The Next Big Shake
Installing an earthquake warning system before it’s too late.
When a magnitude-9 earthquake struck off the coast of Japan in March 2011, it triggered an automatic warning that stopped trains, alerted students to take shelter under their desks, paused sensitive manufacturing and allowed hazardous chemicals to be isolated seconds before the quake reached them. The United States will definitely install this type of earthquake early-warning system, according to Richard Allen, director of the Berkeley Seismological Laboratory. The question is when.
“Rather than waiting until the next big quake galvanizes political action, I believe that we must build an alert system now,” Allen wrote in the journal Nature in October. Acknowledging that budgets are tight, Allen noted that the $120 million it would cost to build a West Coast system over five years is a great value when you consider that’s $2.44 apiece for the people of California, Oregon and Washington. “My morning coffee costs me $2.40,” he said.
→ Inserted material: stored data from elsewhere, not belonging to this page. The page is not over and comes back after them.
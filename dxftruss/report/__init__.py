"""Reports: the only modules that turn a Result into text, JSON, PDF or DXF.

The caution (docs/user-guide.md, What the tool does) and the list of assumptions live here so every report
says the same words.
"""

from __future__ import annotations

from typing import TYPE_CHECKING

from ..findings import Code

if TYPE_CHECKING:
    from ..drafting import Selection
    from ..result import Result

CAUTION = (
    "Results are for checking a line model under stated loads; they are not a design. "
    "Member sizing, connections, buckling, load derivation and code compliance remain the "
    "work of a qualified engineer under the codes that apply where the structure is built."
)

#: said wherever zero-force members are listed
ZERO_FORCE_CAUTION = (
    "zero-force members carry nothing under this load only: they may still brace the truss "
    "(a compression chord's buckling length) and carry load under other cases; do not remove them on this result"
)

#: finding codes that state an assumption the tool made
ASSUMPTION_CODES = (
    Code.ASSUMED_UNITS,
    Code.ASSUMED_SUPPORTS,
    Code.ASSUMED_LOADS,
    Code.ASSUMED_STIFFNESS,
    Code.CENTRE_LINES_FROM_OUTLINES,
)


def assumptions(result: Result) -> list[str]:
    """Every default the tool assumed, as sentences for people (same in every report)."""
    from ..escape import shown as shown_name

    out = [f.message for f in result.findings if f.code in ASSUMPTION_CODES]
    tol = result.tolerances
    unit = result.source.length_unit
    sel = result.selection
    if sel is not None and getattr(result, "space", None) is not None:
        used = ", ".join(f"{shown_name(name)} ({n} lines)" for name, n in sorted(sel.used.items())) or "none"
        how = "the layers named with --layers" if sel.rule == "option" else "all visible line work"
        out.append(f"members from {how} (a space truss: no drafting is set aside): {used}")
    elif sel is not None:
        out.append(layers_sentence(sel))
    habits = habits_sentence(result)
    if habits:
        out.append(habits)
    plane = getattr(result, "plane", None)
    if plane is not None:
        out.append(plane.sentence(unit))
    planes = getattr(result, "planes", None)
    if planes is not None:
        names: list[list[str]] = [[] for _ in planes.parts]
        for part in result.truss.parts:
            if len(part.joints):
                slot = int(planes.slot([result.truss.xy[part.joints[0], 0]])[0])
                names[slot].append(shown_name(result.part_name(part.index)))
        out.extend(planes.sentences(unit, names))
    if getattr(result, "space", None) is not None:
        out.append(
            "the line work lies in no one plane: analysed as a space truss (three degrees of freedom per joint, "
            "world axes, z up); stability from the numerical rank of the 3-D equilibrium matrix, since the "
            "counts alone do not decide rigidity in space; no supports are guessed"
        )
    out.append(f"snap tolerance {tol.snap:.6g} {unit} ({tol.snap_source})")
    out.append(f"near-miss radius {tol.near_miss:.6g} {unit} ({tol.near_miss_source})")
    if result.loads is None or not result.loads.force_unit_given:
        out.append(f"forces in {result.truss.force_unit} (the default force unit)")
    out.append("members are pin-ended bars carrying axial force only; loads act at joints; small displacements")
    return out


#: drafting habits read as meant (habits.py): code -> what each finding of it did
HABIT_WORDS = {
    Code.COLLINEAR_OVERLAP: "collinear overlap(s) read as one member line",
    Code.COLLINEAR_PIECES: "member(s) joined from collinear pieces",
    Code.OVERHANG: "overhang(s) left out of the analysis",
    Code.OVERHANG_LOAD: "load(s) on an overhang moved to the joint it hangs from",
}


def habits_sentence(result: Result) -> str:
    """ "drafting habits read as meant: 2 overhang(s) left out ..." ("" when none)."""
    counts = {code: sum(f.code is code for f in result.findings) for code in HABIT_WORDS}
    said = [f"{n} {HABIT_WORDS[code]}" for code, n in counts.items() if n]
    return f"drafting habits read as meant: {', '.join(said)} (see the findings)" if said else ""


def layers_sentence(sel: Selection) -> str:
    """Which layers gave the members, and how they were chosen (escaped names)."""
    from ..escape import shown

    used = ", ".join(f"{shown(name)} ({n} lines)" for name, n in sorted(sel.used.items())) or "none"
    if sel.derived:
        used += f" (centre lines: {sel.derived} derived from pairs of outline lines)"
    if sel.rule == "option":
        return f"members from the layers named with --layers: {used}"
    if sel.fallback:
        return f"members from all visible line work (nothing formed triangulated structure): {used}"
    if not sel.set_aside:
        return f"members from all visible line work, which forms triangulated structure: {used}"
    from ..drafting import RULES

    rows = sorted(sel.set_aside.items(), key=lambda kv: (-sum(kv[1].values()), kv[0]))
    listed = [
        f"{shown(name)} {sum(r.values())} lines ({', '.join(RULES[k] for k in sorted(r))})" for name, r in rows[:6]
    ]
    more = f" and {len(rows) - 6} more layer(s)" if len(rows) > 6 else ""
    return (
        f"members from the line work that forms triangulated structure: {used}; set aside as drafting: "
        f"{'; '.join(listed)}{more} (drawn faintly on the PDF; name the truss layers with --layers to choose)"
    )
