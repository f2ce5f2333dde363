"""Tests of dxftruss.audit.zero_force: the iterated general local rule (docs/methods.md, Zero-force members).

References: docs/methods.md, check cases C1, C2 (closed-form derivation), C9 (Baker &
Haynes, Engineering Statics: Open and Interactive, section 6.3 'Zero-Force Members' and
its example), the classical planar rules of docs/methods.md, Zero-force members, and the
solved forces of statics.py on random trusses (rule set must be a subset of the
solution set, same section).
"""

from __future__ import annotations

import dataclasses
import math

import numpy as np
import pytest
from hypothesis import HealthCheck, given, settings
from hypothesis import strategies as st

from dxftruss.audit.stability import Verdict
from dxftruss.audit.zero_force import zero_force_by_rule
from dxftruss.model import Fix, Load, LoadCase, Support, Truss
from dxftruss.statics import solve_case

from .trusses import C9_BARS, C9_JOINTS, load_case, member_ids, one_part_truss, pratt_arrays, svd_stability

PROPERTY = settings(derandomize=True, max_examples=40, deadline=None, suppress_health_check=[HealthCheck.too_slow])


def make_truss(xy, ends, supports=(), loads=None) -> tuple[Truss, LoadCase]:
    case = load_case("c", loads)
    return one_part_truss(xy, ends, supports, (case,)), case


members_named = member_ids


# ---------------------------------------------------------------------------------------
# the classical rules and their support / load awareness
# ---------------------------------------------------------------------------------------


# Joints 0 (pin) and 1 (roller, y), one loaded joint: (xy, ends, loads, joint pairs the
# rules must name). The return value is a tuple in every case.
SMALL_JOINT_CASES = [
    # docs/methods.md, Zero-force members rule 1: an unloaded joint with two non-collinear members -> both zero
    #      2
    #     / \
    #    0---1      joint 2 unloaded and unsupported; pin 0, roller (y) 1 loaded (1, -1)
    pytest.param([(0, 0), (4, 0), (2, 3)], [(0, 1), (0, 2), (1, 2)], {1: (1, -1)}, [(0, 2), (1, 2)], id="rule-1"),
    # with the load at the pin instead, joint 1 becomes a member + roller joint: 0-1 too
    pytest.param(
        [(0, 0), (4, 0), (2, 3)],
        [(0, 1), (0, 2), (1, 2)],
        {0: (1, -1)},
        [(0, 1), (0, 2), (1, 2)],
        id="rule-1-load-at-pin",
    ),
    # Baker & Haynes 6.3: the three-force version of rule 2 covers a two-member joint
    # loaded along one member -> the other member is zero
    #   2
    #   |\        joint 2: members 2-0 (vertical) and 2-1; load straight down at 2
    #   0-1       then joint 1 (member 0-1 and a roller, unloaded) makes 0-1 zero too
    pytest.param(
        [(0, 0), (3, 0), (0, 4)], [(0, 1), (0, 2), (1, 2)], {2: (0, -5)}, [(1, 2), (0, 1)], id="load-along-one-member"
    ),
    # a load across both members: nothing at joint 2, and joint 1 (0-1, 1-2, roller, no
    # two of them parallel) is not decidable either -> empty
    pytest.param([(0, 0), (3, 0), (0, 4)], [(0, 1), (0, 2), (1, 2)], {2: (2, -5)}, [], id="load-across-both"),
    # a joint with one member and a roller (y), unloaded: the member is zero unless it is
    # vertical (project on x); common consequence of joint equilibrium (docs/methods.md, Zero-force members).
    # Here joint 1: member 1-2 is vertical, parallel to the roller: no conclusion; joint 2:
    # the load is along neither member
    pytest.param([(0, 0), (3, 0), (3, 4)], [(0, 2), (1, 2)], {2: (1, -1)}, [], id="roller-vertical-member"),
    pytest.param([(0, 0), (5, 0), (3, 4)], [(0, 2), (1, 2)], {2: (1, -1)}, [(1, 2)], id="roller-sloping-member"),
]


@pytest.mark.parametrize("xy, ends, loads, zero", SMALL_JOINT_CASES)
def test_small_joint_rules(xy, ends, loads, zero) -> None:
    truss, case = make_truss(xy, ends, (Support(0, Fix.XY), Support(1, Fix.Y)), loads)
    found = zero_force_by_rule(truss, case)
    assert isinstance(found, tuple)
    assert set(found) == members_named(truss, zero)


def test_rule_2_three_members_two_collinear() -> None:
    # docs/methods.md, Zero-force members rule 2: the third member at an unloaded joint with a collinear pair
    #   3-------4
    #   |\     /|
    #   | \   / |        joint 1 on the bottom chord 0-2, member 1-3 is the third
    #   0---1---2       pins at 0 and 2 (a roller at 2 would make 1-2 zero as well)
    truss, case = make_truss(
        [(0, 0), (2, 0), (4, 0), (0, 2), (4, 2)],
        [(0, 1), (1, 2), (0, 3), (2, 4), (3, 4), (1, 3), (1, 4)],
        (Support(0, Fix.XY), Support(2, Fix.XY)),
        {3: (1, -1), 4: (1, -1)},
    )
    # joint 1 has 0-1, 1-2 (collinear), 1-3 and 1-4: four members, no rule
    assert zero_force_by_rule(truss, case) == ()
    truss, case = make_truss(
        [(0, 0), (2, 0), (4, 0), (0, 2), (4, 2)],
        [(0, 1), (1, 2), (0, 3), (2, 4), (3, 4), (1, 3), (0, 4)],
        (Support(0, Fix.XY), Support(2, Fix.XY)),
        {3: (1, -1), 4: (1, -1)},
    )
    assert set(zero_force_by_rule(truss, case)) == members_named(truss, [(1, 3)])


def test_supports_are_forces() -> None:
    # docs/methods.md, Zero-force members: support aware. Joint 1 with member 0-1 (horizontal), member 1-2
    # (vertical) and a roller (y): the vertical member lines up with the roller, so the
    # horizontal member 0-1 is zero (C1's B6 pattern). With a pin at 1 instead: no rule.
    xy = [(0, 0), (4, 0), (4, 3), (0, 3)]
    ends = [(0, 1), (1, 2), (2, 3), (0, 3), (0, 2)]
    truss, case = make_truss(xy, ends, (Support(0, Fix.XY), Support(1, Fix.Y)), {3: (0, -1)})
    assert members_named(truss, [(0, 1)]) <= set(zero_force_by_rule(truss, case))
    truss, case = make_truss(xy, ends, (Support(0, Fix.XY), Support(1, Fix.XY)), {3: (0, -1)})
    assert members_named(truss, [(0, 1)]).isdisjoint(zero_force_by_rule(truss, case))


def test_straight_through_joint_gives_no_zero() -> None:
    # docs/methods.md, Zero-force members caveat: straight-through joints give equal forces, never zeros
    truss, case = make_truss([(0, 0), (1, 0), (2, 0)], [(0, 1), (1, 2)], (Support(0, Fix.XY), Support(2, Fix.XY)))
    assert zero_force_by_rule(truss, case) == ()


def test_iteration_reaches_new_joints() -> None:
    # docs/methods.md, Zero-force members / Baker & Haynes 6.3: removing a zero member can create new rule joints.
    # A chain 0-1-2-3 of unloaded two-member joints hanging off a braced triangle: only
    # the tip (3) is a rule-1 joint at first; then 2, then 1 become one.
    #   a     b       triangle a, b, c carries the load; chain c-1-2-3 and 3-b
    xy = [(0, 0), (6, 0), (3, 4), (3, 7), (5, 8), (8, 6)]
    ends = [(0, 1), (1, 2), (0, 2), (2, 3), (3, 4), (4, 5), (5, 1)]
    truss, case = make_truss(xy, ends, (Support(0, Fix.XY), Support(1, Fix.Y)), {2: (0, -1)})
    # joints 3, 4, 5 each have two members; all four chain members are zero
    assert set(zero_force_by_rule(truss, case)) == members_named(truss, [(2, 3), (3, 4), (4, 5), (1, 5)])


# ---------------------------------------------------------------------------------------
# check cases
# ---------------------------------------------------------------------------------------


def pratt(n: int, a: float = 4.0, h: float = 3.0, P: float = 10.0, *, howe: bool = False):
    """docs/methods.md, check case C1 layout (C2 with ``howe``): L_i = i, U_i = n + 1 + i; pin L0, roller (y) Ln,
    P down at L1..L(n-1)."""
    xy, named = pratt_arrays(n, a, h, howe=howe)
    truss, case = make_truss(
        xy, list(named.values()), (Support(0, Fix.XY), Support(n, Fix.Y)), dict.fromkeys(range(1, n), (0.0, -P))
    )
    return truss, case, {k: i for i, k in enumerate(named)}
Allen advocates developing public-private partnerships. In Japan, the government pays for the long-term operation of the geophysical networks to detect quakes and generate alerts, while the private sector delivers the alerts and provides support, Allen noted. He would also like to see partnerships within government among the U.S. Geological Survey, the National Science Foundation and the Federal Emergency Management Agency. “If these three agencies were to come together to build and deploy an earthquake warning system, that would be a huge achievement,” Allen told Government Executive .
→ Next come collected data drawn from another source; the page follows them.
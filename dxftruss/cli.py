"""The command line: argument parsing, the only printing, and the exit codes.

Exit status (check): 0 no error findings; 1 error findings (a mechanism included);
2 the input could not be read, an option or the loads file is wrong, a report could
not be written, standard output was closed early, or an internal error (reported in
one line, never a traceback); 130 after Ctrl-C, 143 after SIGTERM. ``compare``: 0
compared and no new error finding, 1 the new revision has error findings the old did
not, 2 and the signals as for check.
"""

from __future__ import annotations

import argparse
import contextlib
import os
import sys
from pathlib import Path

from . import __version__
from .startup import check_library_settings, open_standard_streams, silence_stdout

EXIT_OK, EXIT_FINDINGS, EXIT_INPUT = 0, 1, 2

EPILOG = """\
examples:
  dxftruss check roof.dxf                       writes roof.check.pdf here, prints a summary
  dxftruss check roof.dxf --loads roof.toml --json roof.json --pdf roof.pdf --dxf roof.marked.dxf
  dxftruss check bridge.dxf --units m --snap 0.5mm --near-miss 20mm --layers "CHORD*" --layers "WEB*"
  dxftruss check bridge.dxf --json -            JSON on standard output, summary on standard error
  dxftruss check drawings/ --json reports/      every *.dxf in a folder, one report each, both cores
  dxftruss check roof.dxf --csv roof.cutlist.csv  the cut list as CSV (also a PDF page and in the JSON)

drawing conventions:
  members   LINE, LWPOLYLINE and POLYLINE on any layer except SUPPORT* and LOAD*
  supports  POINT, CIRCLE or block reference on SUPPORT-XY, SUPPORT-X or SUPPORT-Y
  loads     LINE on LOAD or LOAD-<case> pointing at its joint, labelled by the nearest
            TEXT/MTEXT on the same layer ("12.5 kN")

layers and layouts:
  layers that are off, frozen or not plotted are not read; --layers NAME (exactly) reads one
  model space is read; a paper-space layout when model space has no line work (--layout NAME)
  dxftruss layers DRAWING lists every layer, what it holds and what check does with it

exit status: 0 no errors, 1 error findings (e.g. a mechanism), 2 unreadable input, bad options,
             an output that cannot be written; 130 Ctrl-C, 143 SIGTERM
outputs:  only regular files are replaced; a symbolic link's target is written, the link kept
"""


def build_parser() -> argparse.ArgumentParser:
    parser = argparse.ArgumentParser(
        prog="dxftruss",
        description="Check a truss drawn as DXF line work: joints, stability, determinacy, "
        "zero-force members, member forces and reactions.",
    )
    parser.add_argument("--version", action="version", version=f"dxftruss {__version__}")
    sub = parser.add_subparsers(dest="command", required=True, metavar="{check,compare,layers}")
    c = sub.add_parser(
        "check",
        help="check one drawing",
        description="Check a truss drawing and write the reports.",
        epilog=EPILOG,
        formatter_class=argparse.RawDescriptionHelpFormatter,
    )
    c.add_argument(
        "drawing", metavar="DRAWING.dxf", nargs="+", help="DXF drawing(s) or folder(s) of them (never modified)"
    )
    c.add_argument("--loads", metavar="FILE.toml", help="loads file: supports, loads, combinations, sections")
    c.add_argument("--pdf", metavar="OUT.pdf", help="marked-up PDF (default: <drawing name>.check.pdf here)")
    c.add_argument("--dxf", metavar="OUT.dxf", help="annotated copy of the drawing with results on new layers")
    c.add_argument("--json", metavar="OUT.json", help="JSON report; '-' for standard output")
    c.add_argument(
        "--csv",
        metavar="OUT.csv",
        help="cut list as CSV: per part the members cut alike, with count, length and end angles",
    )
    add_model_options(c)
    c.add_argument("--quiet", action="store_true", help="print nothing but errors")
    lay = sub.add_parser(
        "layers",
        help="list a drawing's layers and what check does with each",
        description="List every layer of a drawing: its state, the entities on it by type (block content "
        "counted once per placement, on the layer it is shown on) and what 'dxftruss check' does with it.",
    )
    lay.add_argument("drawing", metavar="DRAWING.dxf", help="a DXF drawing (never modified)")
    lay.add_argument(
        "--layers",
        metavar="GLOB",
        action="append",
        default=[],
        help="the --layers globs check would be given: shows which layers they leave out",
    )
    lay.add_argument("--layout", metavar="NAME", help=LAYOUT_HELP)
    lay.add_argument("--json", action="store_true", help="JSON on standard output instead of the table")
    lay.add_argument(
        "--max-file-size",
        metavar="MB",
        type=float,
        default=256,
        help="refuse drawings larger on disk than MB mebibytes (default 256; 0: no limit)",
    )
    cmp = sub.add_parser(
        "compare",
        help="compare two revisions of a drawing",
        description="Check two revisions of a truss drawing and report what changed: members added, removed "
        "or moved, supports and loads changed, findings fixed and new, member forces changed.",
        epilog=COMPARE_EPILOG,
        formatter_class=argparse.RawDescriptionHelpFormatter,
    )
    cmp.add_argument("old", metavar="OLD.dxf", help="the earlier revision (never modified)")
    cmp.add_argument("new", metavar="NEW.dxf", help="the later revision (never modified)")
    cmp.add_argument(
        "--loads", metavar="FILE.toml", help="loads file for both revisions (or OLD only with --new-loads)"
    )
    cmp.add_argument("--new-loads", metavar="FILE.toml", help="loads file for NEW.dxf when it is not the --loads file")
    cmp.add_argument(
        "--pdf",
        metavar="OUT.pdf",
        help="NEW drawing with the changes in revision clouds and a table of changes "
        "(default: <NEW name>.compare.pdf here)",
    )
    cmp.add_argument(
        "--json", metavar="OUT.json", help="JSON comparison (docs/compare.schema.json); '-' for standard output"
    )
    cmp.add_argument(
        "--force-change",
        metavar="CHANGE",
        default="1%",
        help="report member forces that changed by more than this: a percentage of the largest force of "
        "both revisions, or a force, e.g. '0.5 kN' (default 1%%)",
    )
    add_model_options(cmp)
    cmp.add_argument("--quiet", action="store_true", help="print nothing but errors")
    return parser


COMPARE_EPILOG = """\
examples:
  dxftruss compare shed_a.dxf shed_b.dxf --loads shed_a.toml --new-loads shed_b.toml --pdf shed.compare.pdf
  dxftruss compare old.dxf new.dxf --snap 0.5mm --force-change "0.2 kN" --json changes.json

matching: a joint of NEW within the snap tolerance of a joint of OLD is the same joint; a member
          with one end moved is moved, one with both ends moved is removed and added
exit status: 0 compared, no new error findings; 1 NEW has error findings OLD did not;
             2 unreadable input, bad options, an output that cannot be written
"""


def add_model_options(c: argparse.ArgumentParser) -> None:
    """The options that say how a drawing is read and modelled (check and compare share them)."""
    c.add_argument(
        "--snap", metavar="LENGTH", help="join endpoints closer than this, e.g. 0.5mm (default 1e-6 of the extent)"
    )
    c.add_argument(
        "--near-miss",
        metavar="LENGTH",
        help="report gaps up to this, e.g. 20mm (default 2%% of the median member length)",
    )
    c.add_argument("--units", choices=["mm", "cm", "m", "in", "ft"], help="drawing unit (overrides the header)")
    c.add_argument(
        "--layers",
        metavar="GLOB",
        action="append",
        default=[],
        help="only members on layers matching GLOB, e.g. 'TRUSS*'; repeat for more globs "
        "(a hidden layer is read only when named exactly)",
    )
    c.add_argument("--layout", metavar="NAME", help=LAYOUT_HELP)
    c.add_argument(
        "--max-parts",
        metavar="N",
        type=int,
        default=5000,
        help="refuse drawings whose lines fall into more than N separate parts (default 5000)",
    )
    c.add_argument(
        "--max-members",
        metavar="N",
        type=int,
        default=250_000,
        help="refuse drawings with more than N members (default 250000)",
    )
    c.add_argument(
        "--max-file-size",
        metavar="MB",
        type=float,
        default=256,
        help="refuse drawings larger on disk than MB mebibytes before reading them (default 256; 0: no limit)",
    )
    c.add_argument("--page", choices=["A4", "A3", "letter", "tabloid"], default="A3", help="PDF page size (default A3)")
    tb = c.add_argument_group("title block (over the loads file's [report] table and the drawing's attributes)")
    for flag, key, what in (
        ("--project", "project", "project name"),
        ("--drawing-no", "drawing_no", "drawing number"),
        ("--revision", "revision", "revision of the drawing checked"),
        ("--checked-by", "checked_by", "name or initials of the checker"),
        ("--check-date", "check_date", "date of the check (default: the loads file, the drawing, then today)"),
    ):
        tb.add_argument(flag, dest=key, metavar="TEXT", help=what)


LAYOUT_HELP = (
    "read this layout (any case; 'Model' is model space); default: model space, or a paper-space layout "
    "when model space holds no line work"
)


def _err(msg: str) -> None:
    """One line on standard error, whatever the message holds (control characters escaped)."""
    from .escape import one_line

    line = one_line(" ".join(str(msg).split()))
    with contextlib.suppress(OSError, ValueError, AttributeError):  # standard error closed: nothing to tell
        print(f"dxftruss: {line}", file=sys.stderr, flush=True)


class Interrupted(BaseException):
    """SIGTERM, raised like Ctrl-C's KeyboardInterrupt so that every cleanup runs."""


def _expand(drawings: list[str]) -> tuple[list[str], bool]:
    """Drawings named on the command line; a folder stands for its *.dxf files.
    The flag says whether output options name folders (several drawings, or a folder)."""
    from .errors import InputError

    out: list[str] = []
    many = len(drawings) > 1
    for d in drawings:
        p = Path(d)
        try:
            is_dir = p.is_dir()
        except OSError as exc:
            raise InputError(f"{d}: cannot open ({exc.strerror or exc})") from None
        if is_dir:
            many = True
            try:
                out += sorted(str(f) for f in p.iterdir() if f.suffix.lower() == ".dxf" and f.is_file())
            except OSError as exc:
                raise InputError(f"{d}: cannot list the folder ({exc.strerror or exc})") from None
        else:
            out.append(d)
    seen: set[str] = set()
    unique = []
    for d in out:  # the same drawing twice is checked once
        key = os.path.realpath(d)
        if key not in seen:
            seen.add(key)
            unique.append(d)
    return unique, many


Outs = tuple[str | None, str | None, str | None, str | None]


def _outputs(args: argparse.Namespace, drawing: str, many: bool, common: str = "") -> Outs:
    """(pdf, dxf, json, csv) paths for one drawing. With several drawings (or a folder) an
    output option names a folder that receives <name>.check.<ext>, below it in the
    drawing's folder relative to the drawings' common folder (out/a/roof.check.json,
    out/b/roof.check.json); with no output option the PDFs go here, laid out the same."""
    stem = Path(drawing).with_suffix("").name
    if not many:
        pdf = args.pdf or (None if (args.dxf or args.json or args.csv) else stem + ".check.pdf")
        return pdf, args.dxf, args.json, args.csv
    rel = os.path.relpath(os.path.dirname(os.path.abspath(drawing)), common) if common else "."

    def inside(folder: str | None, ext: str) -> str | None:
        if not folder:
            return None
        return os.path.normpath(os.path.join(folder, rel, f"{stem}.check.{ext}"))

    pdf = inside(args.pdf or (None if (args.dxf or args.json or args.csv) else "."), "pdf")
    return pdf, inside(args.dxf, "dxf"), inside(args.json, "json"), _cutlist_name(inside(args.csv, "csv"))


def _cutlist_name(path: str | None) -> str | None:
    """<name>.check.csv in a folder of outputs is named <name>.cutlist.csv."""
    return path[: -len(".check.csv")] + ".cutlist.csv" if path and path.endswith(".check.csv") else path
“I am happy to give up tomorrow’s coffee in exchange for a warning before the next big shake,” he wrote in Nature .
- Rebecca Carroll
Navigating Space Junk
In the popular 3-D movie Gravity , the drama begins when a cluster of exploded satellite debris orbiting Earth at extremely high speed collides with spacewalking astronauts and their shuttle. While the movie takes some license to tell a story, the danger of space junk is real. Scientists are tracking more than half a million pieces of debris orbiting the Earth at speeds of up to 17,500 miles per hour, according to NASA. That’s “fast enough for a relatively small piece of orbital debris to damage a satellite or a spacecraft,” the space agency says.
Space junk has been orbiting Earth for as long as humans have been leaving it around.
By 1963, scientists had cataloged a total of 616 manmade objects in space, though many had already fallen back to Earth and a few had landed on the moon or veered off into orbits around the sun by that time. Alert to the potential dangers of a littered lower orbit, scientists were already calling for better cataloging and observations, and predicted 2013 levels of space junk with amazing accuracy.
- Rebecca Carroll
Open Office, Open Mind?
GSA’s vision for shared, collaborative workspace could create productivity challenges for some.
Rolling out an initiative to reduce federal real estate, the General Services Administration in September showcased its headquarters renovation, built around an open office environment. But promoting savings and collaboration through desk sharing, telecommuting and mobile devices isn’t everyone’s cup of tea.
The idea is falling flat with some Government Executive readers. “This looks good on the surface, and certainly from the bean counters’ perspective,” says one online commenter. “The message is that the employees are just interchangeable parts in the machine, that the employer can use an employee’s home as an extension of the workplace (shifting cost from the government to the employee without compensation).”
With as many as a quarter of businesses taking the open-office plunge, according to one survey, the arrangement is the hottest trend in the American workplace, says Blake Zalcberg, chief executive officer of OFM Inc., an office furniture manufacturer based in Holly Springs, N.C. “But a resounding number of customers I talk to say it’s great for some, but not for all,” he says. “The company looking at morale or for efficiency in dollars in creating space needs to strike a balance for the company as a whole.”
Many new technology firms, for example, welcome hoteling for colleagues who can “grab their laptop, move around and meet with 600 people on a whim,” Zalcberg says. But some workers are less extroverted than others, plus there’s the noise factor, he adds.
Similar warnings come from Lawrence Fitzpatrick, president of Computech, a software firm in Bethesda, Md. “The bullpen setting interrupts the deep concentration required to develop systems,” he says. “Unfortunately, the impact of decisions such as forcing types of workers who suffer lost productivity in a bullpen environment isn’t felt for one to three years, on someone else’s watch.”
- Charles S. Clark
Turns Out T. Rex Is Nonessential
A funny thing happened to Tyrannosaurus rex on the way to Washington—the government shut down. The 38-foot, 7-ton fossil has been on display at Montana State University’s Museum of the Rockies, where Jack Horner is curator of paleontology. The Army Corps of Engineers inked a deal to loan the T. rex to the Smithsonian, but furloughs pushed the move from October to April. But after 60 million years, what’s a few months?